与孔一凡寻常叙着话,将到中午,终于耽搁不下去了,出了宫,硬着头皮往赵王府方向而去。

路上遇到了司马泯风。司马泯风今天一身劲装,黝黑皮肤上是晶亮的汗水,看起来真精神啊。他背着弓箭,马屁股上驮着只死鹿,想是打猎回来。

“司马泯风,鹿肉吃了‘上火’,你找什么泄火去?还是赶紧娶个媳妇吧!”今天在宫中,又偷听到宫妃有意自己家的女眷匹配司马泯风。

司马泯风看到我,本来身体就有些僵硬,听我这话,好气又好笑的同时,身上又燃了股无名怒火。想来他今天心情不好,也不惹他,拍拍马背,说道:“驮我去司马府吧,我去找司马乘风。”去司马府混些日子,待父王淡忘了昨日的狼狈了,再回赵王府吧。

司马泯风却有些抗拒,说道:“二哥在赵王府。”

“那我去司马府等他。”察觉出司马泯风的冷淡,望著他道:“司马老儿那天不还盼着我上他家住吗?怎么,这事你有意见?”

司马泯风面无表情道:“上来吧!”

上了马,坐在了司马泯风身后,却忍不住用手捏住鼻子,蹙眉道:“一身汗味!”

司马泯风的衣服都湿了,真跟从水里捞出来的一样。

“驾!”听到我这话,无名怒火想是又起了,司马泯风一扬马鞭。

“哎!哎!我还没坐稳呢!”仓促之中,抱住了司马泯风的身体。

司马泯风身躯一震。然而过后,打马却是更急了。

一路上都再没有对话。终于到了司马府,仆从过来牵马,司马泯风下了马,将死鹿丢给仆从,径自入了府。

我跟上了他,问道:“你哪儿去?”司马乘风还没回来,司马靳风难缠的很,司马长风又爱摆架子,司马老儿更让人郁闷,相比之下,司马泯风待见多了。

“不是臭吗?”回头望过我一眼,司马泯风边往前走边解衣衫,我只得止了步。

饶是我粗枝大叶,也感觉的到司马泯风对我的排斥,但是……他驾马飞快,抱住他穿过大街小巷时他仿佛又很震动受用,刚才甚至不避讳在我面前宽衣解带……又想起回长安的路上听到他与司马乘风谈论我与千金,难道真的……可是为什么又那么排斥我呢?回来长安的路上几个月的相处,我以为我们的关系进一步了,至少是朋友了……算了算了,他那个人就是那样矛盾,剖析他的心理,简直就是伤脑筋。

过去司马乘风住的地方等司马乘风,所幸一顿丰盛的午膳刚摆上桌,司马乘风就回来了。司马乘风望一眼桌上膳食,笑道:“是自家人了,招待起来的规格都不同以往啊!”

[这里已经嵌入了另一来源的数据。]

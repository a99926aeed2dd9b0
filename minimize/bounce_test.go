package minimize

import (
	"context"
	"math"
	"testing"

	"github.com/tenter-go/tenter/action"
	"github.com/tenter-go/tenter/constraint"
	"github.com/tenter-go/tenter/field"
	"github.com/tenter-go/tenter/lattice"
)

// metastable is V = ½φ² − ½φ³ + (α/8)φ⁴, whose false vacuum is 0.
func metastable(alpha float64) action.Wave {
	return action.Wave{Potential: action.Polynomial{0, 0, 0.5, -0.5, alpha / 8}, Signature: action.Euclidean}
}

var bell = field.Lump{Inside: 1.6, Radius: 1.5, Wall: 1.5}

// quarterBounce finds the bounce on a quarter of the plane, whose free sides are
// the axes of symmetry, and returns four times its action and its core value.
func quarterBounce(t *testing.T, alpha, size, h float64) (value, core float64) {
	t.Helper()
	n := int(math.Round(size/h)) + 1
	a := lattice.Axis{Step: h, Sites: n}
	s := newAction(t, a, a, metastable(alpha))
	held := constraint.On(s.Block())
	held.Slice(n-1, field.NewSlice(1, n))
	held.Right(zero)
	found, err := Saddle(context.Background(), s, held, profile(field.NewLump(bell)).Over(s.Block()), nil)
	if err != nil {
		t.Fatalf("α = %g, h = %g: %v", alpha, h, err)
	}
	i := found.Report.Inertia
	if i.Index != 1 || !i.Known || i.ZeroModesHeld != 0 || len(i.Negative) != 1 {
		t.Errorf("α = %g, h = %g: %v", alpha, h, i)
	}
	return 4 * found.Report.CostAfter, found.History.At(0, 0, 0)
}

// bounces are O(2) bounces of metastable: action and core value. Independent
// computation: shooting of the radial equation at a tolerance of 1e-13. On a quarter
// of the given size the tail e^−r, counted from a wall at 3.3 for α = 0.9, adds e^−24
// to the action.
var bounces = []struct{ alpha, size, action, core float64 }{
	{0, 12, 3.4447969612, 1.5946376021},
	{0.2, 12, 3.912753026, 1.6859713563},
	{0.5, 12, 5.0556831819, 1.8752356443},
	{0.9, 16, 11.882165308, 2.2863675948},
}

// checkBounces finds the bounces at the spacings h, h/2 and h/4. Errors are
// ah² + bh⁴ + …: the order of the action must be 2 to within the b term, and with
// both terms extrapolated away what is left must be a fifth or less of the step
// that this makes, which falls by 16 a level.
func checkBounces(t *testing.T, h, slack float64) {
	for _, c := range bounces {
		var value, core [3]float64
		for k := range value {
			value[k], core[k] = quarterBounce(t, c.alpha, c.size, math.Ldexp(h, -k))
		}
		if order := math.Log2((value[1] - c.action) / (value[2] - c.action)); math.Abs(order-2) > slack {
			t.Errorf("α = %g: order %.3f of the action, want 2", c.alpha, order)
		}
		for name, v := range map[string]struct {
			got  [3]float64
			want float64
		}{"action": {value, c.action}, "core value": {core, c.core}} {
			first, second := (4*v.got[1]-v.got[0])/3, (4*v.got[2]-v.got[1])/3
			last := (16*second - first) / 15
			if miss, step := math.Abs(last-v.want), math.Abs(last-second); miss > step/5 {
				t.Errorf("α = %g: %s %.10f, want %.10f: off by %.2g after a step of %.2g", c.alpha, name, last, v.want, miss, step)
			}
			t.Logf("α = %g: %s %.10f, off by %.2g", c.alpha, name, last, last-v.want)
		}
	}
}

func TestBounce(t *testing.T) { checkBounces(t, 0.4, 0.02) } // b/a·h² = 0.012 at h = 0.2

// On a whole box the two translations are zero modes. The lattice gives them tiny
// eigenvalues whose signs depend on where the centre lies: on a site, in the middle
// of a link or of a cell the raw index reads 1, 2 or 3. With the shifts held it is 1
// everywhere, also where the centre is at no symmetric place and the lattice pulls.
func TestIndexOfABounceOnABox(t *testing.T) {
	for _, tc := range []struct {
		h    float64
		x, t float64 // centre, in steps from a site
		raw  int     // 0: no stationary point there
	}{
		{0.7, 0, 0, 1}, {0.7, 0.5, 0, 2}, {0.7, 0.5, 0.5, 3}, {0.7, 0.3, 0.15, 0},
		{1, 0, 0, 1}, {1, 0.5, 0, 2}, {1, 0.5, 0.5, 3},
	} {
		n := 2*int(10/tc.h) + 1
		a := lattice.Axis{From: -tc.h * float64(n/2), Step: tc.h, Sites: n}
		s := newAction(t, a, a, metastable(0))
		held := allAround(s.Block())
		lump := bell
		lump.X, lump.T = tc.x*tc.h, tc.t*tc.h
		start := profile(field.NewLump(lump)).Over(s.Block())
		for e := range start.Data { // as the conditions have it
			if m, _, i := start.Place(e); m%(n-1) == 0 || i%(n-1) == 0 {
				start.Data[e] = 0
			}
		}
		found, err := Saddle(context.Background(), s, held, start, &Settings{Shifts: InTime | InSpace})
		if err != nil {
			t.Errorf("%+v: %v", tc, err)
			continue
		}
		i := found.Report.Inertia
		if i.Index != 1 || !i.Known || i.ZeroModesHeld != 2 || len(i.Negative) != 1 {
			t.Errorf("%+v: with the shifts held %v, negative %v", tc, i, i.Negative)
		}
		slopes := []*field.History{start.TimeSlope(), start.SpaceSlope()}
		for k, z := range slopes {
			var along, size float64
			for e, v := range found.History.Data {
				along += z.Data[e] * (v - start.Data[e])
				size += math.Abs(z.Data[e] * (v - start.Data[e]))
			}
			if math.Abs(along) > 1e-13*size { // rounding of some steps; the rim is fixed
				t.Errorf("%+v: moved by %.3g along shift %d", tc, along/size, k)
			}
		}
		same, err := Saddle(context.Background(), s, held, start, &Settings{ZeroModes: slopes})
		if err != nil || same.History.MaxDifference(found.History) != 0 {
			t.Errorf("%+v: the slopes given as zero modes make a difference, %v", tc, err)
		}
		if tc.raw == 0 {
			// The action differs by 4e-4 between a site and the middle of a cell,
			// 0.5 away, and a shift of unit norm is one of 0.5.
			if i.Force < 1e-4 || i.Force > 1e-3 {
				t.Errorf("%+v: force %.2g", tc, i.Force)
			}
			continue
		}
		raw, err := Stationary(context.Background(), s, held, found.History, nil)
		if err != nil {
			t.Errorf("%+v: %v", tc, err)
			continue
		}
		if j := raw.Report.Inertia; j.Index != tc.raw || !j.Known {
			t.Errorf("%+v: raw %v, want index %d", tc, j, tc.raw)
		}
	}
}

好像是比以前在司马府用的饭菜精致些。司马乘风将大氅交给侍女,坐下拾筷吃起来,“算是沾你的光了。唔……今天就老四在家。若是父亲和大哥三弟在,准给你摆酒设筵。”

鄙夷地看着司马乘风狼吞虎咽的样子,“在赵王府,你没吃饱啊?”

“中午和赵王妃千金一起用的膳,是没吃饱。”司马乘风直言不讳。

又不是女婿见丈母娘,犯得着吗?

“也是为了和亲的事,”司马乘风道:“赵王妃的意思,反正我与千金相熟,若是突厥那边相中了千金,便拿我当幌子。说千金与我有了婚约。”司马乘风将我的惊讶堵在口中,说道:“当然这只是权宜之计,并不是真的。毕竟,明天就是突厥可汗朝圣的日子,现在要为千金好好定一门亲事,已经来不及了。”

司马乘风今天心情不错,难不成就是为了这事?可这只不过是权宜之计,又不是真的,真是!我低眉道:“母妃可有也为我预定一门‘权宜之计’的亲事?”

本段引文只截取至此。